Преступления прошлого - страница 15



Поле, на котором они затеяли этот спор, покрывала кочковатая трава, которую Мишель яростно мерила шагами, толкая перед собой коляску, так что ребенок в ней подскакивал, словно краш-тестовый манекен. От злости она так разогналась, что Киту, хоть ноги у него были длинные, приходилось бежать трусцой, чтобы не отстать.

«А что плохого в картошке»? – спросил он. И Мишель сорвалась на крик: «Сейчас март, и никакой картошки нет, здесь нет ничего, ничего, кроме грязи, одна только грязь и дождь, пропади они пропадом! Тут как поле битвы на Сомме!»[5] – «Ой, вот только не надо, блин, мне тут драм устраивать!» И она подумала, до чего же у него нелепый говор, как у деревенщины из тупой комедии, как у трехнутого пожирателя картошки.
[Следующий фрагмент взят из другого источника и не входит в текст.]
# (name, num, den, feedback, gain_range, operating_gain)
LOOPS = [
    ("sander, zero in the right half plane", [-1, 1], poly([1, 0], [1, 2], [1, 3]), "negative", (0, INF), None),
    ("balance beam, RHP pole, stable only above a gain", [1, 1], [1, -1, 0], "negative", (0, INF), None),
    ("levitator, RHP pole and zero pair", [1, 2], poly([1, -1], [1, 3], [1, 5]), "negative", (0, INF), None),
    ("gantry, RHP pole, two zeros", poly([1, 1], [1, 2]), poly([1, -1], [1, 0], [1, 6], [1, 8]), "negative",
     (0, INF), None),
    ("telescope, triple integrator (never stable)", [1], [1, 0, 0, 0], "negative", (0, INF), None),
    ("satellite, double integrator with lead", [1, 1], [1, 10, 0, 0], "negative", (0, INF), None),
    ("antenna, lightly damped pair", [1], poly([1, 1], pair(-0.01, 10)), "negative", (0, INF), None),
    ("printer, notch zeros on the axis", [1, 0, 4], poly([1, 0], [1, 1], [1, 2], [1, 3]), "negative", (0, INF), None),
    ("spring, undamped open-loop pair", [1], poly([1, 0, 4], [1, 1]), "negative", (0, INF), None),
    ("spring with a zero, stable for every gain", [1, 0.5], poly([1, 0, 4], [1, 1]), "negative", (0, INF), None),
    ("fan, root through infinity, negative feedback", [-0.5, 1, 1], [1, 3, 2], "negative", (0, INF), None),
    ("fan, root through the origin, positive feedback", [0.5, 1, 1], [1, 3, 2], "positive", (0, INF), None),
    ("blower, root through infinity, positive feedback", [0.25, 1, 1, 1], poly([1, 1], [1, 2], [1, 3]), "positive",
     (0, INF), None),
    ("heater, positive feedback, root through the origin", [1, 1], poly([1, 2], [1, 3], [1, 4]), "positive",
     (0, INF), None),
    ("cooler, positive feedback, RHP zero", [1, -1], poly([1, 2], [1, 3], [1, 4]), "positive", (0, INF), None),
    ("loader, positive lower end", [1], poly([1, 0], [1, 4], [1, 5]), "negative", (3, INF), None),
    ("loader, finite range below the crossing", [1], poly([1, 0], [1, 4], [1, 5]), "negative", (0, 100), None),
    ("conveyor, crossing at the upper end", [1], poly([1, 0], [1, 1], [1, 2]), "negative", (0, 6), None),
    ("conveyor, crossing at the lower end", [1], poly([1, 0], [1, 1], [1, 2]), "negative", (6, 10), None),
    ("conveyor, range above the crossing", [1], poly([1, 0], [1, 1], [1, 2]), "negative", (7, 100), None),
    ("mixer, operating gain in the unstable gap", [1, 2, 5], [1, 11, 38, 55, 45, 18], "negative", (0, INF), 30.0),
    ("roller, triple pole", [1], poly([1, 1], [1, 1], [1, 1]), "negative", (0, INF), 2.0),
    ("kiln, degree 12, coefficient spread 1e25", [1], _SPREAD_D, "negative", (0, INF), None),
    ("dryer, parasitic pole 1e9 faster (tiny leading coefficient)", [1], [1e-9, 1, 3, 2, 0], "negative", (0, INF),
     None),
    ("press, tiny leading coefficient, degree 5", [1, 2], [1e-12, 1e-3, 1, 3, 2, 0], "negative", (0, INF), None),
    ("crane, complex breakaway points", [1], poly([1, 0], [1, 4], [1, 4, 20]), "negative", (0, INF), 90.0),
    ("tank, no crossing at all", [1], [1, 1], "negative", (0, INF), None),
    ("reactor, first order unstable", [1], [1, -1], "negative", (0, INF), None),
    ("valve, first order, deg N = deg D", [1, -2], [1, 1], "negative", (0, INF), None),
    ("valve, first order, deg N = deg D, positive", [1, -2], [1, 1], "positive", (0, INF), None),
    ("winch, integrator only", [1], [1, 0], "negative", (0, INF), 3.0),
    ("pointer, type 2 with RHP zero", [-1, 1], [1, 1, 0, 0], "negative", (0, INF), None),
    ("pipe, first-order delay approximation", [-1, 2], poly([1, 0], [1, 1], [1, 2]), "negative", (0, INF), 0.6),
    ("truss, two lightly damped pairs", [1, 1], poly(pair(-0.05, 1), pair(-0.05, 3)), "negative", (0, INF), None),
    ("lathe, negative leading ratio", [-2, 1], poly([1, 1], [1, 3]), "negative", (0, INF), None),
    ("slide, root through infinity inside a finite range", [-1, 0, 4], poly([1, 1], [1, 2]), "negative", (0, 5), None),
    ("arm, degree 8 with two resonances", poly([1, 0.5], [1, 3]),
     poly([1, 0], [1, 1], pair(-0.1, 2), pair(-0.2, 5), [1, 8], [1, 20]), "negative", (0, INF), 100.0),
]
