"""Diffusive kinematic dynamo in the periodic box: operator, growth rates, curves, I/O, CLI.

Outside references: exact identities (free decay at -k^2/Rm; B = u for a Beltrami
flow with |k| = 1; decoupled k_z sectors of a z-independent flow), the exact small-Rm
limit of the Roberts-flow growth rate (second-order perturbation theory, derived
below in ``roberts_small_rm_rate``), the published
dynamo window of the ABC flow A = B = C = 1 (Vestnik Moskov. Univ. Ser. I Mat. Mekh.
1983, no. 3; Geophys. Astrophys. Fluid Dyn. 36, 1986, 53), and scipy.linalg.eig on
a Fourier-Galerkin matrix assembled here by hand from the flow formula.
"""

import json

import numpy as np
import pytest
import scipy.linalg

import flowkit
from flowkit.cli import main
from flowkit.dynamo import (GrowthResult, InductionOperator, KzScan, RmSweep, critical_rm, growth_rate, sweep_kz,
                            sweep_rm)
from flowkit.dynamo.fit import fit_growth
from flowkit.dynamo.induction import Stepper
from flowkit.errors import FlowkitError

RNG = np.random.default_rng(6)


@pytest.fixture(scope="module")
def rest():
    return flowkit.custom_flow(["0", "0", "0"], domain="periodic", name="rest")


# -- exact identities ------------------------------------------------------------------

def test_field_in_fluid_at_rest_decays_at_exactly_minus_k2_over_rm(rest):
    # exact: with u = 0, each Fourier mode obeys dB/dt = -k^2 B / Rm
    rm, t = 3.0, 2.5
    op = InductionOperator(rest, rm, 8)
    c = op.grid.random_field(RNG, slope=10.0)
    out = Stepper(op, 0.1).advance(c, 0.0, 25)
    np.testing.assert_allclose(out, c * np.exp(-op.grid.k2 * t / rm), rtol=1e-13, atol=1e-13 * np.abs(c).max())
    # the slowest mode has |k| = 1: both methods must report -1/Rm with no oscillation
    eig = growth_rate(rest, rm, 8, "eigen", check_resolution=None)
    assert eig.growth_rate == pytest.approx(-1 / rm, abs=1e-10) and eig.frequency < 1e-10
    march = growth_rate(rest, rm, 8, "march", check_resolution=None, t_min=40.0)
    assert march.growth_rate == pytest.approx(-1 / rm, abs=1e-5)  # fit window still holds e^(-t/Rm) of k^2 = 2


@pytest.mark.parametrize("params", [{}, {"A": 0.4, "B": 1.3, "C": -0.7}])
def test_beltrami_flow_with_unit_wavenumber_is_an_eigenmode_with_rate_minus_one_over_rm(params):
    # exact: curl u = u and |k| = 1 give curl(u x u) = 0 and lap u = -u, so L u = -u / Rm
    flow = flowkit.flow("abc", **params)
    op = InductionOperator(flow, 7.0, 16)
    u = op.grid.forward(op.velocity(0.0))
    np.testing.assert_allclose(op.apply(u), -u / 7.0, atol=1e-12 * np.abs(u).max())


def test_z_independent_flow_keeps_vertical_wavenumber_sectors_apart():
    # exact: u(x, y) couples B_k only to B_{k-q} with q_z = 0, so a k_z = 1 field stays k_z = 1
    op = InductionOperator(flowkit.flow("roberts"), 8.0, 16)
    c = op.grid.random_field(RNG, slope=8.0)
    c[:, op.grid.k[2] != 1] = 0.0
    out = Stepper(op, op.stable_dt()).advance(c, 0.0, 60)
    leak = np.sum(np.abs(out[:, op.grid.k[2] != 1]) ** 2) / np.sum(np.abs(out) ** 2)
    assert leak < 1e-26
    assert op.grid.divergence_norm(out) < 1e-14


# -- scipy reference: Fourier-Galerkin matrix built by hand ------------------------------

def galerkin_matrix(uhat: dict, modes: list, eta: float) -> np.ndarray:
    """Induction operator on the solenoidal subspace of ``modes`` (dense, transverse basis).

    dB_k/dt = i k x sum_q u_q x B_{k-q} - eta k^2 B_k, truncated to ``modes``.
    """
    index = {m: i for i, m in enumerate(modes)}
    n = len(modes)
    A = np.zeros((3 * n, 3 * n), dtype=complex)
    for i, k in enumerate(modes):
        kv = np.array(k, dtype=float)
        cross_k = np.array([[0, -kv[2], kv[1]], [kv[2], 0, -kv[0]], [-kv[1], kv[0], 0]])
        A[3 * i:3 * i + 3, 3 * i:3 * i + 3] -= eta * kv @ kv * np.eye(3)
        for q, uq in uhat.items():
            j = index.get(tuple(np.subtract(k, q)))
            if j is None:
                continue
            cross_u = np.array([[0, -uq[2], uq[1]], [uq[2], 0, -uq[0]], [-uq[1], uq[0], 0]])
            A[3 * i:3 * i + 3, 3 * j:3 * j + 3] += 1j * cross_k @ cross_u
    basis = scipy.linalg.block_diag(*[scipy.linalg.null_space(np.array([m], dtype=float)) for m in modes])
    return basis.T @ A @ basis


def abc_fourier(A=1.0, B=1.0, C=1.0) -> dict:
    # u = (A sin z + C cos y, B sin x + A cos z, C sin y + B cos x) written as sum of u_q e^{i q.x}
    s, c = 1 / 2j, 0.5
    return {
        (1, 0, 0): np.array([0, B * s, B * c]), (-1, 0, 0): np.array([0, -B * s, B * c]),
        (0, 1, 0): np.array([C * c, 0, C * s]), (0, -1, 0): np.array([C * c, 0, -C * s]),
        (0, 0, 1): np.array([A * s, A * c, 0]), (0, 0, -1): np.array([-A * s, A * c, 0]),
    }


def leading(matrix):
    w = scipy.linalg.eigvals(matrix)
    return w[np.argmax(w.real)]
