def check_resolution_value(n, name: str) -> int:
    """:func:`~flowkit.dynamo.spectral.check_resolution` with the argument's own name in errors,
    and a memory check (:func:`flowkit.validation.memory`) naming the largest grid that fits."""
    from flowkit.validation import available_memory, memory

    try:
        n = _check_n(n)
    except FlowkitError as exc:
        raise FlowkitError(str(exc).replace("`resolution`", f"`{name}`", 1)) from None
    try:
        memory(float(n) ** 3 * _BYTES_PER_POINT, name, value=n)
    except FlowkitError as exc:
        fit = int((available_memory() / _BYTES_PER_POINT) ** (1 / 3))
        fit -= fit % 2
        raise FlowkitError(f"{exc}; the largest `{name}` that fits is about {fit}") from None
    return n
Сама Мишель избавлялась от акцента, слушая, как говорит по телевизору средний класс и учителя в школе, пока не добилась произношения, по которому невозможно было определить, откуда она родом. Она пошла еще быстрее и уже почти бежала.

«И вообще, – проорал он ей в спину, – может, я не хочу жрать этот треклятый кориандр!» Она резко остановилась, чуть не вытряхнув младенца из коляски. Потом повернулась и сказала: «А вот я, может быть, хочу». И вперила в него долгий взгляд, жалея, что нет под рукой колуна, чтобы разрубить его башку, как дыню или тыкву, на две половинки. Нет, не дыню, дыни такие сладкие и экзотические, недостаточно заурядные для его головы, а тыквы – это овощи из сказок. Как репу. Репа – грубый, деревенский овощ. И он упал бы, как обезглавленное пугало, прямо здесь, на поле, и утонул бы в земле, с глаз долой, и тогда она смогла бы отдать ребенка своей матери и сломать еще одну жизнь.

Или, может быть, – сюжет для ночного кошмара – он бы начал расти и множиться в земле, и с приходом лета появилась бы сотня, тысяча Китов, кивающих и гнущихся на ветру, словно подсолнухи в поле.

Колун – нет, вы вдумайтесь! У всех нормальных людей есть центральное отопление или, по крайней мере, отопление, о котором не приходится думать, им не нужно тащиться на улицу в любую погоду, чтобы напилить и наколоть дров для камина, и часами ждать, пока прогреется бойлер, чтобы из крана просто потекла горячая вода.

У них не было даже угля: дрова-то бесплатные, руби сколько влезет. Топор – это что-то из сказок. Может быть, именно это с ней и случилось, может, она застряла в страшной сказке, и ей не освободиться, пока она не соберет всю картошку в поле и не изрубит на дрова все деревья в лесу. Если только она не научится прясть время. Или у нее не лопнет голова. Столько было тяжелой и нудной работы, что она чувствовала себя крепостной крестьянкой, несущей феодальную повинность.

«Дай мне коляску, – сказал Кит, – пока у Тани сотрясение мозга не случилось».

Мишель внезапно почувствовала, что ярость иссякла; она слишком устала, ей не хватало сил даже на то, чтобы злиться. Теперь они шли бок о бок, медленно, и ребенок наконец уснул – что изначально, в другой жизни, и было целью прогулки.

Кит обнял Мишель за плечи и потерся подбородком о ее макушку: «Я люблю тебя, детка, ты же знаешь, да?» И все было бы очень мило, если бы не пошел дождь и ребенок-букашка снова не заголосил.


Мишель выросла в не отличавшемся порядком доме в Фен-Диттоне, одном из мрачных поселков-спутников, пристанище кембриджской бедноты. Ее отец был пьяницей и, как любила повторять мать Мишель, «зря небо коптил», однако та продолжала с ним жить, потому что не хотела оставаться одна, что, по мнению Мишель и ее сестры, было достойно презрения. Мать тоже пила, но, по крайней мере, рук не распускала. Сестре Мишель, Ширли, было пятнадцать, и она пока жила с родителями; Мишель хотелось, чтобы она переехала к ним, но у них не было для нее комнаты. Она скучала по Ширли, очень. Ширли хотела выучиться на врача, она такая умная, все говорили, что она «далеко пойдет». О Мишель тоже так говорили – до Кита, до рождения букашки. Теперь, похоже, она не пойдет никуда.